Hope you have a good week, Magpies. Go easy!

P.S. A few fun orders I made while writing this post: this lemon-lime lightweight sweatshirt; these novelty shades in the blue; these jelly Eleftherias in the fun blue; this dress; and these mesh flats (I’d been eyeing a pair of mesh flats forever).

P.P.S. My summer reading list.

P.P.P.S. Updated my Shop, my Shopbop hearts, and my Amazon shop!

Leave A Reply

Your email address will not be published. Required fields are marked *.

2 thoughts on “The Magpie Diary: May 12, 2024.

  1. Hi Jen,
    I hear you.
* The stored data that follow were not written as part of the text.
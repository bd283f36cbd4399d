import { Fragment, useEffect, useRef, useState } from 'react';
import { useForm, useWatch } from 'react-hook-form';
import { zodResolver } from '@hookform/resolvers/zod';
import { ASKABLE_PRIVATE_FIELD_LABELS, ASKABLE_PRIVATE_FIELDS, ENTRY_STATUS_LABELS } from '@shared/constants';
import { auditChangeWords, auditTimeWords } from '@shared/audit-words';
import { formatInZone } from '@shared/calc/time-zone';
import { formatMoney } from '@shared/calc/money';
import { waitingListWords } from '@shared/words';
import type { EventClass } from '@shared/schemas/show-classes';
import { auditActionLabel, ChangeClassSchema, MarkPaidSchema, PAYMENT_ISSUE_LABELS, PAYMENT_STATE_LABELS, type ChangeClassInput, type EntryTableRow, type MarkPaidInput } from '@shared/schemas/show-day';
import { applyServerErrors } from '@client/lib/form-errors';
import { useChangeEntryClass } from '../api/change-entry-class';
import { useEntryAudit } from '../api/get-entry-audit';
import { useMarkEntryPaid } from '../api/mark-entry-paid';
import { useMoveEntryUp } from '../api/move-entry-up';
import { useWithdrawListedEntry } from '../api/withdraw-listed-entry';
import { Button } from '@client/components/ui/button';
import { Notice } from '@client/components/ui/notice';
import { ConfirmDialog } from '@client/components/ui/confirm-dialog';

/** Moves the entry to another class of the show; the button wakes only when another class is picked. */
function ChangeClassForm({ eventId, row, classes, onError }: { eventId: number; row: EntryTableRow; classes: EventClass[]; onError: (message: string) => void }) {
  const change = useChangeEntryClass(eventId);
  const { register, control, handleSubmit, setError, formState: { errors } } = useForm<ChangeClassInput>({ resolver: zodResolver(ChangeClassSchema), defaultValues: { classId: row.classId } });
  const picked = useWatch({ control, name: 'classId' });
  const onSubmit = handleSubmit(({ classId }) => {
    onError('');
    change.mutate({ entryId: row.id, classId }, { onError: (err) => onError(applyServerErrors(err, setError, ['classId'])) });
  });
  return (
    <form onSubmit={onSubmit} noValidate className="flex items-end gap-2">
      <label className="flex flex-1 flex-col gap-1">
        <span className="text-sm font-semibold">Class</span>
        <select aria-label="Move to class" aria-invalid={errors.classId ? true : undefined} {...register('classId', { valueAsNumber: true })} className="min-h-11 border border-rule bg-white px-2">
          {classes.map((c) => <option key={c.id} value={c.id}>{c.name}</option>)}
        </select>
        {errors.classId ? <span role="alert" className="text-sm text-danger">{errors.classId.message}</span> : null}
      </label>
      <Button type="submit" variant="secondary" disabled={Number(picked) === row.classId} busy={change.isPending}>Change class</Button>
    </form>
  );
}

/** Marks an unpaid entry paid by hand (cash, a transfer), with a note saying how. */
function MarkPaidForm({ eventId, row, onError }: { eventId: number; row: EntryTableRow; onError: (message: string) => void }) {
  const markPaid = useMarkEntryPaid(eventId);
  const { register, handleSubmit, setError, formState: { errors } } = useForm<MarkPaidInput>({ resolver: zodResolver(MarkPaidSchema), defaultValues: { note: '' } });
  const onSubmit = handleSubmit(({ note }) => {
    onError('');
    markPaid.mutate({ entryId: row.id, note }, { onError: (err) => onError(applyServerErrors(err, setError, ['note'])) });
  });
  return (
    <form onSubmit={onSubmit} noValidate className="flex items-end gap-2">
      <label className="flex flex-1 flex-col gap-1">
        <span className="text-sm font-semibold">How was it paid?</span>
        <input aria-label="Payment note" aria-invalid={errors.note ? true : undefined} {...register('note')} placeholder="Cash at the gate, bank transfer…" className="min-h-11 border border-rule bg-white px-3" />
        {errors.note ? <span role="alert" className="text-sm text-danger">{errors.note.message}</span> : null}
      </label>
      <Button type="submit" busy={markPaid.isPending}>Mark paid</Button>
    </form>
  );
}

/** One entry opened from the table: the entrant's contact, the build's private fields, the actions and the history. */
type Question = { title: string; text: string; confirmLabel: string; danger: boolean; act: () => void };

export function EntryDetail({ eventId, row, classes, timeZone, onClose }: { eventId: number; row: EntryTableRow; classes: EventClass[]; timeZone: string; onClose: () => void }) {
  // Dates read in the show's time zone, the same for every organiser wherever their browser is.
  const day = (iso: string) => formatInZone(iso, timeZone, { day: 'numeric', month: 'short', year: 'numeric' });
  const moveUp = useMoveEntryUp(eventId);
  const withdraw = useWithdrawListedEntry(eventId);
  const audit = useEntryAudit(row.id);
  // An error that names no field of a form (or comes from a button without one) shows at the top.
  const [formError, setFormError] = useState('');
  const buttonError = moveUp.error ?? withdraw.error;
  // The product's own dialog asks before a step the entrant is told about, as everywhere else.
  const [question, setQuestion] = useState<Question | null>(null);
  const answerYes = () => {
    if (!question) return;
    setFormError('');
    question.act();
    setQuestion(null);
  };
  const open = row.status !== 'withdrawn';
  // A modal dialog: the keyboard stays inside while it is open (the table behind is inert), Escape
  // closes it, and the focus goes back to the entry's button it was opened from.
  const ref = useRef<HTMLDialogElement>(null);
  useEffect(() => {
    const dialog = ref.current;
    const opener = document.activeElement instanceof HTMLElement ? document.activeElement : null;
    if (dialog && !dialog.open) dialog.showModal();
    return () => {
      dialog?.close();
      opener?.focus();
    };
  }, []);

  return (
    <dialog
      ref={ref}
      aria-label={`Entry ${row.number ?? ''} ${row.buildTitle}`}
      onCancel={(e) => {
        e.preventDefault();
        // The question dialog inside cancels itself; React passes its cancel up the tree too.
        if (e.target === e.currentTarget) onClose();
      }}
      className="fixed inset-y-0 right-0 left-auto m-0 h-full max-h-none w-full max-w-md overflow-y-auto border-0 border-l-2 border-ink bg-paper p-5 text-ink shadow-xl backdrop:bg-ink/30"
    >
      <div className="flex items-start justify-between gap-2">
        <h2 className="font-display text-2xl uppercase">{row.number ? `No. ${row.number} · ` : ''}{row.buildTitle}</h2>
        <Button variant="quiet" onClick={onClose}>Close</Button>
      </div>
      <dl className="mt-3 grid grid-cols-[8rem_1fr] gap-x-3 gap-y-1 text-sm">
        <dt className="text-graphite">Entrant</dt><dd>{row.ownerName}</dd>
        <dt className="text-graphite">E-mail</dt><dd><a className="underline" href={`mailto:${row.contact.email}`}>{row.contact.email}</a></dd>
        <dt className="text-graphite">Phone</dt><dd>{row.contact.phone ?? '—'}</dd>
        {ASKABLE_PRIVATE_FIELDS.map((field) => (
          <Fragment key={field}>
            <dt className="text-graphite">{ASKABLE_PRIVATE_FIELD_LABELS[field]}</dt>
            <dd>{row.sharedFields.includes(field) ? (row.privateFields[field] ?? '—') : <span className="text-graphite">Not asked for at entry</span>}</dd>
          </Fragment>
        ))}
        <dt className="text-graphite">Status</dt><dd>{ENTRY_STATUS_LABELS[row.status]}</dd>
        {row.status === 'waiting_list' ? (
          <>
            <dt className="text-graphite">Waiting list</dt><dd>{waitingListWords(row, timeZone)}</dd>
          </>
        ) : null}
        <dt className="text-graphite">Payment</dt><dd>{PAYMENT_STATE_LABELS[row.payment]} · fee {formatMoney(row.feeAmount, row.currency)}{row.refundDue && !row.refund ? ` · refund due ${formatMoney(row.refundDue, row.currency)}` : ''}</dd>
        {row.refund ? (
          <>
            <dt className="text-graphite">Refund</dt>
            <dd>{formatMoney(row.refund.amount, row.currency)} sent on {day(row.refund.at)} (ref. {row.refund.ref}). It cannot be sent twice.</dd>
          </>
        ) : null}
        {row.paymentIssues.map((i) => (
          <Fragment key={i.id}>
            <dt className="font-semibold text-danger">Check payment</dt>
            <dd>{PAYMENT_ISSUE_LABELS[i.reason]}: {formatMoney(i.amount, i.currency)} on {day(i.at)}{i.refund ? `, refunded (ref. ${i.refund.ref})` : ''}.</dd>
          </Fragment>
        ))}
      </dl>
      {formError || buttonError ? <Notice tone="danger"><p>{formError || buttonError?.message}</p></Notice> : null}
      {open ? (
        <div className="mt-4 space-y-4">
          <ChangeClassForm eventId={eventId} row={row} classes={classes} onError={setFormError} />
          {row.payment === 'unpaid' && row.status === 'awaiting_payment' ? <MarkPaidForm eventId={eventId} row={row} onError={setFormError} /> : null}
          {row.status === 'waiting_list' ? <Button busy={moveUp.isPending} onClick={() => setQuestion({ title: 'Move up from the waiting list?', text: `Give ${row.buildTitle} a place now, ahead of the waiting list's order and above capacity if the class is full?`, confirmLabel: 'Give it a place', danger: false, act: () => moveUp.mutate({ entryId: row.id }) })}>Move up from the waiting list</Button> : null}
          <Button variant="danger" busy={withdraw.isPending} onClick={() => setQuestion({ title: `Withdraw ${row.buildTitle}?`, text: "The show's refund rule decides what is paid back, and the entrant is told by e-mail.", confirmLabel: 'Withdraw', danger: true, act: () => withdraw.mutate({ entryId: row.id }) })}>Withdraw</Button>
        </div>
      ) : null}
      <ConfirmDialog open={question !== null} title={question?.title ?? ''} confirmLabel={question?.confirmLabel ?? ''} danger={question?.danger ?? true} onConfirm={answerYes} onCancel={() => setQuestion(null)}>
        <p>{question?.text}</p>
      </ConfirmDialog>
      <h3 className="mt-6 font-display text-lg uppercase">History</h3>
      <ol className="mt-2 space-y-2 text-sm" aria-label="History">
        {audit.data?.map((line) => (
          <li key={line.id} className="border-b border-rule pb-2">
            <span className="font-semibold">{auditActionLabel(line.action)}</span> · {line.who ?? 'Placard'} · <time dateTime={line.at}>{auditTimeWords(line.at, timeZone)}</time>
            <div className="text-graphite">{auditChangeWords(line.before, line.after, { currency: row.currency, timeZone }).join('; ')}</div>
          </li>
        ))}
      </ol>
    </dialog>
  );
}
The people pleasing runs deep in eldest daughters, myself included. But I also think it’s part of how we women are socialized to maintain the status quo (even when it doesn’t serve us).

    When I find myself prioritizing the comfort of others over my values, I have a book I turn to. My Marianist university included in the core curriculum “Jesus and Nonviolence: a third way” by Walter Wink. I have so many quotes highlighted, and today it opened to “Can people who are engaged in oppressive acts repent unless they are made uncomfortable with their actions?…Loving confrontation can free both the oppressed from docility and the oppressor from sin.” I believe in right action and care for the community more than not making a fuss, but it still goes against my nature. But these are tools to make change not from a position of power, but a position of weakness. It’s the exact right book to turn to when you feel powerless or boxed in. I highly recommend it, it reframes things in such an interesting way.

    – –

    I’m trying very hard to shop my closet, and I’ve been saving a bag of stained white favorites (a gauze shirt of my husband’s, a boring white button down, a smocked dress, my son’s t and shorts, dish towels, a pair of socks) and today I used our local equivalent of RIT dye to turn a washing machine load bright Kelly green. It was so satisfying! I’m completely delighted. And now we have a set of matching clothes that’ll be fun at the beach club this summer. If anyone else has grand DIY ideas but poor follow through, this is the craft for you! I’m now planning to embroider some of the dyed clothes but with two little kids it may not happen this summer!

    1. Love this note – thank you so much for the suggestions and book recs. Comforting to know I’m not alone in this struggle, too.

      Love this clever way to repurpose stained whites!!